Computationally validated magnesium and graphene oxide anchored SnO2 quantum dots for RhB reduction and antibacterial activity

Abstract

Developing multi-functional catalysts for wastewater purification and bactericidal inactivation is quite interesting but remains a significant challenge. Herein, varying concentrations (2 and 4 wt%) of magnesium (Mg) doped with a fixed amount of graphene oxide–stannic oxide quantum dots (GO–SnO₂ QDs) were prepared by a low temperature co-precipitation approach. This research provides dual approaches, experimental as well as theoretical, to study the properties of doping-dependent SnO₂ for rhodamine B degradation and MDR S. aureus inactivation. The addition of two-dimensional GO exposed more active sites, and Mg metal facilitates the transportation of charge carriers for catalytic and antibacterial activity. Advanced characterization confirmed the multiple phases (tetragonal, orthorhombic, and anorthic), polycrystalline behavior, high light absorption intensity, and the QD-like morphology of ternary catalysts. The combination of metal, 2D materials, and metal oxides was proven to be beneficial as they synergistically increased the catalytic activities.

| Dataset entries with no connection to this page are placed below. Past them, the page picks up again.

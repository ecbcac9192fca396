package org.loopledger.kernel.protocol;

import javax.crypto.Mac;
import javax.crypto.spec.SecretKeySpec;
import java.nio.charset.StandardCharsets;
import java.security.GeneralSecurityException;
import java.security.MessageDigest;
import java.util.HexFormat;
import java.util.List;

/**
 * HMAC-SHA256 signatures of Jupyter messages (messaging specification 5.3, "The Wire Protocol"): the
 * hex digest over the header, parent header, metadata and content frames, in that order. An empty key
 * disables signing (the signature frame is then empty), as the specification allows.
 *
 * <p>Verification compares in constant time ({@link MessageDigest#isEqual}). Thread-safe: a fresh
 * {@link Mac} per call.
 */
public final class MessageSigner {
    private static final HexFormat HEX = HexFormat.of();
    private final SecretKeySpec key;

    public MessageSigner(byte[] key) {
        this.key = key.length == 0 ? null : new SecretKeySpec(key.clone(), "HmacSHA256");
    }

    public static MessageSigner forKey(String key) {
        return new MessageSigner(key.getBytes(StandardCharsets.UTF_8));
    }

    public boolean enabled() {
        return key != null;
    }

    /** The lower-case hex HMAC of the frames; empty when signing is disabled. */
    public String sign(List<byte[]> frames) {
        if (key == null) return "";
        return HEX.formatHex(mac(frames));
    }

    /** True when {@code signature} is the HMAC of the frames (always true when signing is disabled). */
    public boolean verify(byte[] signature, List<byte[]> frames) {
        if (key == null) return true;
        byte[] expected = HEX.formatHex(mac(frames)).getBytes(StandardCharsets.US_ASCII);
        return MessageDigest.isEqual(expected, signature);
    }

    private byte[] mac(List<byte[]> frames) {
        try {
            Mac mac = Mac.getInstance("HmacSHA256");
            mac.init(key);
            for (byte[] f : frames) mac.update(f);
            return mac.doFinal();
        } catch (GeneralSecurityException e) {
            throw new IllegalStateException("HmacSHA256 is not available in this JVM", e);
        }
    }
}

Among all synthesized samples, optimized 4% Mg/GO–SnO₂ revealed considerable (94.7%) rhodamine B (RhB) degradation in acidic medium. The optimized sample exhibited a 3.65 ± 0.03 mm inhibition zone towards MDR S. aureus in comparison to ciprofloxacin. Mg/GO-doped SnO₂ exhibited significant inhibitory effects on DNA gyrase and tyrosyl-tRNA synthetase (TyrRS), as corroborated by the in silico approach, indicating its potential as a therapeutic agent for bactericidal action.